The main thing to look at in the table above is the schema validation error count, which is a failure of the model to follow the output schema that was specified, which is highly important for tool use in agentic applications.
It is also notable that Together AI, one of the bigger names in the open source LLM inference space, has such a low similarity score, being second to last in terms of similarity with 350 less successful tool calls versus the reference implementation.
As time goes on, I expect many of these companies that are open sourcing their models to start policing the hosters in a similar manner to ensure that the models they are serving are correct, so the users don’t get a false sense of the model’s ability.
In the meantime, I am blacklisting Together AI, Baseten, and AtlasCloud on Openrouter, due to their extremely poor performance as highlighted by Moonshot.
GDPval
OpenAI wants to “transparently communicate progress on how AI models can help people in the real world”. To help facilitate this, they have released GDPval: a new evaluation designed to help track how well our models and others perform on economically valuable, real-world tasks.
This includes tasks like project timeline scheduling and management, manufacturing design proposals, and inventory and order management.

In a shocking turn of events, gpt5 is not actually the best performing model on this benchmark.

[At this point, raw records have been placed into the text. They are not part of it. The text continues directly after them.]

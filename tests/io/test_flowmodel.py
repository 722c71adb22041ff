"""Reading primary-flow model files and profile stations (geosp.io.flowmodel)."""

from pathlib import Path

import numpy.testing as npt
import pandas as pd
import pytest

from geosp.errors import InputError
from geosp.io.flowmodel import read_flow_model, read_section_stations, write_flow_profile

EXAMPLE = Path(__file__).resolve().parents[2] / "docs" / "examples" / "upflow_section.toml"

MINIMAL = """
[mesh]
x_m = [-500.0, 500.0]
depth_m = 400.0
cell_m = 50.0

[background]
sigma_s_m = 0.02
c_p_v_pa = -1e-7
permeability_m2 = 1e-13

[[region]]
name = "zone"
polygon = [[-50, 0], [50, 0], [50, 400], [-50, 400]]
hydraulic_conductivity_m_s = 1e-6

[[source]]
point = [0.0, 300.0]
rate_m3_s = 1e-5
"""


def write(tmp_path, text, name="model.toml"):
    path = tmp_path / name
    path.write_text(text, encoding="utf-8")
    return path


def test_example_model_reads(tmp_path):
    # Reference: the example's own values (docs/examples/upflow_section.toml).
    model = read_flow_model(EXAMPLE)
    assert model.ndim == 2 and model.cell_m == 25.0 and model.heat_advection
    assert [r.name for r in model.regions] == ["hanging wall", "fault zone"]
    assert {s.equation for s in model.sources} == {"pressure"}
    assert model.fixed[0].equation == "heat" and model.fixed[0].value == 180.0
    assert model.crs == "EPSG:32611"


def test_properties_inherit_and_convert_units(tmp_path):
    # Reference: k/η = K/(ρ_w g) with ρ_w = 1000 kg/m³, g = 9.81 m/s² (hydraulics
    # textbook relation), and k/η = k/1e-3 Pa·s for water by default (common practice).
    model = read_flow_model(write(tmp_path, MINIMAL))
    assert model.background.mobility_m2_pa_s == pytest.approx(1e-13 / 1e-3)
    zone = model.regions[0]
    assert zone.mobility_m2_pa_s == pytest.approx(1e-6 / (1000 * 9.81))
    assert zone.sigma_s_m == 0.02 and zone.c_p_v_pa == -1e-7  # inherited
    assert model.sources[0].kind == "point" and model.sources[0].equation == "pressure"


def test_unknown_key_suggests_nearest(tmp_path):
    # Reference: difflib nearest match, as elsewhere in geosp's input checks.
    text = MINIMAL.replace("sigma_s_m = 0.02", "sigma_sm = 0.02")
    with pytest.raises(InputError) as err:
        read_flow_model(write(tmp_path, text))
    message = str(err.value)
    assert "model.toml" in message and "[background]" in message
    assert "unknown key 'sigma_sm'" in message and "Did you mean 'sigma_s_m'?" in message


def test_every_problem_reported_together(tmp_path):
    text = MINIMAL.replace("cell_m = 50.0", "cell_m = -5").replace(
        "polygon = [[-50, 0], [50, 0], [50, 400], [-50, 400]]", "polygon = [[0, 0], [1, 1]]"
    ).replace("rate_m3_s = 1e-5", "rate_m3_s = 1e-5\npower_w = 3.0")
    with pytest.raises(InputError) as err:
        read_flow_model(write(tmp_path, text))
    message = str(err.value)
    assert "3 problems" in message
    assert "'cell_m' = -5 must be positive" in message
    assert "[[region]] 1 (zone)" in message and "at least 3 points" in message
    assert "exactly one of 'rate_m3_s'" in message


def test_bad_toml_and_missing_file(tmp_path):
    with pytest.raises(InputError, match="not valid TOML"):
        read_flow_model(write(tmp_path, "[mesh\nx_m = 1"))
    with pytest.raises(InputError, match="does not exist"):
        read_flow_model(tmp_path / "nope.toml")
    with pytest.raises(InputError, match=r"\[mesh\] table is missing"):
        read_flow_model(write(tmp_path, "[background]\nsigma_s_m = 1.0\n"))


def test_three_d_needs_boxes(tmp_path):
    text = MINIMAL.replace("x_m = [-500.0, 500.0]", "x_m = [-500.0, 500.0]\ny_m = [-500.0, 500.0]")
    with pytest.raises(InputError, match="'polygon' is for sections"):
        read_flow_model(write(tmp_path, text))
    text = text.replace("polygon = [[-50, 0], [50, 0], [50, 400], [-50, 400]]",
                        "box = [-50, 50, -100, 100, 0, 400]").replace(
        "point = [0.0, 300.0]", "point = [0.0, 0.0, 300.0]")
    model = read_flow_model(write(tmp_path, text))
    assert model.ndim == 3 and model.core_y_m == (-500.0, 500.0)
    npt.assert_array_equal(model.regions[0].shape, [-50, 50, -100, 100, 0, 400])


def test_stations_csv_and_profile_round_trip(tmp_path):
    from geosp import flow

    stations = tmp_path / "obs.csv"
    pd.DataFrame({"x_m": [-200.0, 0.0, 200.0], "sp_mv": [1.0, 5.0, -2.0]}).to_csv(
        stations, index=False)
    x, sp = read_section_stations(stations)
    npt.assert_array_equal(sp, [1.0, 5.0, -2.0])
    bad = tmp_path / "bad.csv"
    bad.write_text("x_m,sp_mv\n1,2\n3,\n", encoding="utf-8")
    with pytest.raises(InputError, match="line 3"):
        read_section_stations(bad)
    wrong = tmp_path / "wrong.csv"
    wrong.write_text("x,sp_mv\n1,2\n", encoding="utf-8")
    with pytest.raises(InputError, match="Did you mean 'x' for 'x_m'"):
        read_section_stations(wrong)
    model = read_flow_model(write(tmp_path, MINIMAL))
    result = flow.run_flow_model(model, stations=(x, sp))
    out = write_flow_profile(result, tmp_path / "profile.csv")
    table = pd.read_csv(out)
    profile = table[table.point == "profile"]
    npt.assert_allclose(profile.model_mv, result.profile_mv, rtol=1e-5)
    npt.assert_allclose(table[table.point == "station"].residual_mv, result.residual_mv,
                        rtol=1e-5, atol=1e-9)
    with pytest.raises(InputError, match="no map position"):
        write_flow_profile(result, tmp_path / "profile.gpkg")


def test_georeferenced_profile_gpkg(tmp_path):
    # Reference: azimuth 90° puts +x due east of origin_xy (grid bearing convention).
    import geopandas as gpd

    from geosp import flow

    text = MINIMAL + '\n[profile]\norigin_xy = [1000.0, 2000.0]\ncrs = "EPSG:32611"\n'
    result = flow.run_flow_model(read_flow_model(write(tmp_path, text)))
    frame = gpd.read_file(write_flow_profile(result, tmp_path / "p.gpkg"),
                          layer="section_profile")
    npt.assert_allclose(frame.geometry.x, 1000.0 + result.profile_x_m, atol=1e-6)
    npt.assert_allclose(frame.geometry.y, 2000.0, atol=1e-6)
    assert frame.crs.to_epsg() == 32611


def test_fluid_temperature_only_on_fluid_sources(tmp_path):
    text = MINIMAL.replace("rate_m3_s = 1e-5", "rate_m3_s = 1e-5\nfluid_temperature_k = 150.0")
    assert read_flow_model(write(tmp_path, text)).sources[0].fluid_temperature_k == 150.0
    text = MINIMAL.replace("rate_m3_s = 1e-5", "power_w = 1e3\nfluid_temperature_k = 150.0")
    with pytest.raises(InputError, match="'fluid_temperature_k' belongs to fluid sources"):
        read_flow_model(write(tmp_path, text))
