def detect_dipoles(stations, segments, *, corridor_m="auto",
                   template_top_depths_m=(50.0, 100.0, 200.0, 400.0),
                   template_height_ratios=(2.0, 4.0), template_sigma_ratios=(1.0, 0.25, 4.0),
                   false_alarm_rate=0.01,
                   n_decoys=200, min_score=4.0, cultural_max_depth_m=50.0, seed=0,
                   progress=None):
    """
    Score every fault segment for a dipolar SP anomaly.

    Parameters
    ----------
    stations : Stations
        Reduced SP (``sp_mv``, mV) at station positions in the working CRS
        (m). Stations with NaN ``sp_mv`` or zero ``weight`` are ignored;
        ``weight`` multiplies 1/σ² and finite ``sigma_mv`` (mV) enter the
        noise model.
    segments : sequence of FaultSegment
        From :func:`geosp.segments.make_segments`.
    corridor_m : float or "auto"
        Half-width of each segment's corridor (m), also its extension past
        the ends. "auto": 3 × the deepest template top, kept between 2 and
        8 line spacings (line spacing estimated from the station density).
    template_top_depths_m : list of float
        Depths of the template patch tops (m). Default 50, 100, 200, 400.
    template_height_ratios : list of float
        Template bottom depth over top depth. Default 2 and 4.
    template_sigma_ratios : list of float
        Conductivity ratios across the fault (dip-direction side over the
        other) of the templates: a contrast makes one lobe of the anomaly
        stronger than the other (docs/concepts.md). Default 1, 1/4 and 4;
        ``[1.0]`` for uniform conductivity only.
    false_alarm_rate : float
        Fraction of source-free segments allowed to be detected; sets the
        decoy quantile (1 − rate). Default 0.01.
    n_decoys : int
        Decoys per segment for the threshold. Default 200.
    min_score : float
        Lowest threshold, whatever the decoys say. Default 4.
    cultural_max_depth_m : float
        Deepest pole of the shallow pole-pair rival (m); a pole pair that
        fits a detected anomaly clearly better (ΔBIC > 6) marks it cultural.
        Default 50 m.
    seed : int
        Seed of the decoy placement; results are reproducible per segment.
    progress : callable or None
        Called as ``progress(n_done, n_total)`` after each segment.

    Returns
    -------
    detections : tuple of Detection
        One per segment, in the order given. ``station_index`` holds the
        stations the segment owns (nearest segment, inside its corridor);
        ``best_template`` the best template's ``depth_top_m``,
        ``depth_bottom_m``, ``dip_deg``, its amplitude ``jump_mv`` ±
        ``jump_sigma_mv`` (mV), the ``corridor_m`` used and, for detected
        segments, ``pole_pair_delta_bic`` (BIC of the template minus BIC of
        the best shallow pole pair). ``note`` says why in a few words.
        Unscored segments (too few stations) have NaN score and polarity 0.

    Raises
    ------
    OptionError
        If an option is out of range.

    Notes
    -----
    Noise: for each footprint (segment or decoy) the unit-weight scatter s
    (mV) is the weighted RMS residual after the regional plane and the best
    template, with N − 4 degrees of freedom, so that with no reading errors
    the score is a t statistic. Where ``sigma_mv`` is finite the geological
    part s_g² = max(s² − mean σ_read², 0) is added to each station's own
    reading variance, σ_i² = s_g² + σ_read,i², and the score is recomputed
    with W = weight/σ_i². Decoys go through exactly the same steps, so the
    threshold absorbs correlated (geological) noise and the maximum over
    templates.

    Deflation: decoys that land on a strong anomaly inflate the threshold of
    every segment in a small survey. So once segments are detected, the
    fields of their best templates (over all stations) are subtracted and
    the undetected segments are scored again, decoys included, on what
    remains; this repeats while new segments are detected (at most
    ``_DEFLATION_ROUNDS`` times). A segment's own score never has its own
    template removed.

    References
    ----------
    * [Telford1990]_ (pole pair)
    * [Schwarz1978]_ (BIC)
    * [KassRaftery1995]_
    """
    depths = np.asarray(template_top_depths_m, dtype=float).ravel()
    ratios = np.asarray(template_height_ratios, dtype=float).ravel()
    contrasts = np.asarray(template_sigma_ratios, dtype=float).ravel()
    _check_options(depths, ratios, contrasts, false_alarm_rate, n_decoys, min_score,
                   cultural_max_depth_m, corridor_m, seed)
    segments = tuple(segments)
    valid = np.isfinite(stations.sp_mv) & np.isfinite(stations.easting) \
        & np.isfinite(stations.northing) & (np.asarray(stations.weight, dtype=float) > 0)
    valid_index = np.flatnonzero(valid)
    data = _SurveyArrays(stations, valid_index)
    if corridor_m == "auto":
        corridor = _auto_corridor(data, depths)
    else:
        corridor = float(corridor_m)
    owned = assign_points(data.easting, data.northing, segments, corridor_m=corridor)
    fault_tree = _fault_tree(segments, corridor)

    crowded = set()  # segments whose decoys had to come near mapped faults

    def score(j, values):
        if owned[j].size < _MIN_STATIONS:
            return _unscored(segments[j], data.index[owned[j]])
        setup = _SegmentSetup(segments[j], owned[j], data, corridor, depths, ratios, contrasts,
                              int(n_decoys), fault_tree, np.random.default_rng([int(seed), j]))
        if setup.n_decoys >= _MIN_DECOYS and setup.relax[0] < 1.0:
            crowded.add(j)
        return _detect_segment(setup, values, data, false_alarm_rate, float(min_score),
                               float(cultural_max_depth_m))

    detections = []
    for j in range(len(segments)):
        detections.append(score(j, data.data))
        if progress is not None:
            progress(j + 1, len(segments))
    detections = _resolve_shared(detections, stations, valid_index, corridor)
    removed = set()
    for _ in range(_DEFLATION_ROUNDS):
        kept = [j for j, d in enumerate(detections) if d.detected and j not in removed]
        if not kept:
            break
        removed.update(kept)
        field = sum(_template_field(detections[j], data) for j in sorted(removed))
        names = ", ".join(detections[j].segment.segment_id for j in sorted(removed)) \
            if len(removed) <= 3 else f"{len(removed)} detected segments"
        again = [j for j, d in enumerate(detections)
                 if not d.detected and np.isfinite(d.score) and "shares its anomaly" not in d.note]
        for j in again:
            d = score(j, data.data - field)
            detections[j] = replace(d, note=f"{d.note}; scored with the anomalies of {names} removed")
        detections = _resolve_shared(detections, stations, valid_index, corridor)
        if not any(detections[j].detected for j in again):
            break
    scored = sum(np.isfinite(d.score) for d in detections)
    if scored and len(crowded) > scored / 2:
        warnings.warn(
            f"detect: {len(crowded)} of {scored} segments could only be calibrated with decoys near "
            f"mapped faults: the {corridor:.0f} m corridor is wide for this survey, so decoys catch real "
            "anomalies and thresholds rise. If the expected source tops are shallower than the deepest "
            f"template ({depths.max():g} m), set [detect] template_top_depths_m to shallower depths "
            "(the corridor is 3 times the deepest).", stacklevel=2)
    return tuple(detections)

Instead, Claude Opus 4.1 is. I appreciate the transparency from the OpenAI team and the willingness to publish a benchmark where their model is not on top.
Gaia 2
How well can AI agents handle things like ambiguity, noise, and conflicting information? Can it successfully search for and find the necessary information to clarify the situation? That’s what the Meta Superintelligence team wanted to find out with their Gaia 2 benchmark.
Gaia 2 builds upon the original Gaia benchmark, which looks to measure tasks that are easy for humans, but hard for agents. They wanted to take it a step further than other benchmarks though, and introduced a sense of time into the problems that they were benchmarking.
Some example problems include:
Setup: The agent has access to a noisy calendar and an inbox with partial/conflicting info.
Task: Book a doctor’s appointment at a time that doesn’t conflict with existing meetings, and send the correct confirmation.
Measurement:
Does the agent correctly reason about overlapping times?
Can it resolve ambiguity (e.g., “the meeting moved to Tuesday” with no time)?
Was the final calendar write action correct and timely compared to the oracle answer?
Setup: The environment injects interruptions (e.g., “meeting cancelled” after the agent already sent invites).
Task: Revise the plan and clean up previous actions.
Measurement:
Can the agent undo or correct prior actions?
Did it respond within time constraints?
How closely do its final states and write traces match the annotated ground truth?
This is a great benchmark for real world agentic use, where all of the information is clean and easily available like in other benchmarks. Keep an eye on this in the future when evaluating different models for real world agent use cases.